*** Block opens ***

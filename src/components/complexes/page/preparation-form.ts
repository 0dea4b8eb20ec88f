import type { PreparationInput } from '#src/contracts/complexes.ts';

/** What is typed of a new preparation; empty where nothing is. */
export interface PreparationDraft {
  label: string;
  lab: string;
  formula: string;
  form: '' | NonNullable<PreparationInput['form']>;
  preparedOn: string;
  storage: string;
  atmosphere: string;
  notes: string;
  visibility: 'programme' | 'lab';
}

export const emptyPreparation = (lab: string): PreparationDraft => ({
  label: '',
  lab,
  formula: '',
  form: '',
  preparedOn: '',
  storage: '',
  atmosphere: '',
  notes: '',
  visibility: 'programme',
});

/** What is sent: only what was typed. */
export function preparationInput(draft: PreparationDraft, answers: Record<string, string>): PreparationInput {
  const { label, lab, visibility, form, ...texts } = draft;
  const told = Object.fromEntries(
    Object.entries(texts)
      .map(([name, text]) => [name, text.trim()])
      .filter(([, text]) => text !== ''),
  );
  return {
    label: label.trim(),
    lab,
    visibility,
    ...told,
    ...(form ? { form } : {}),
    ...(Object.keys(answers).length > 0 ? { answers } : {}),
  };
}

*** Block closes ***

• [YOUR GOAL]:
Each record above has to be set down again, exactly and completely.

• [WRITTEN REPLY]:
filename src/components/complexes/page/preparation-form.ts
repository 0dea4b8eb20ec88f
import type { PreparationInput } from '#src/contracts/complexes.ts';

/** What is typed of a new preparation; empty where nothing is. */
export interface PreparationDraft {
  label: string;
  lab: string;
  formula: string;
  form: '' | NonNullable<PreparationInput['form']>;
  preparedOn: string;
  storage: string;
  atmosphere: string;
  notes: string;
  visibility: 'programme' | 'lab';
}

export const emptyPreparation = (lab: string): PreparationDraft => ({
  label: '',
  lab,
  formula: '',
  form: '',
  preparedOn: '',
  storage: '',
  atmosphere: '',
  notes: '',
  visibility: 'programme',
});

/** What is sent: only what was typed. */
export function preparationInput(draft: PreparationDraft, answers: Record<string, string>): PreparationInput {
  const { label, lab, visibility, form, ...texts } = draft;
  const told = Object.fromEntries(
    Object.entries(texts)
      .map(([name, text]) => [name, text.trim()])
      .filter(([, text]) => text !== ''),
  );
  return {
    label: label.trim(),
    lab,
    visibility,
    ...told,
    ...(form ? { form } : {}),
    ...(Object.keys(answers).length > 0 ? { answers } : {}),
  };
}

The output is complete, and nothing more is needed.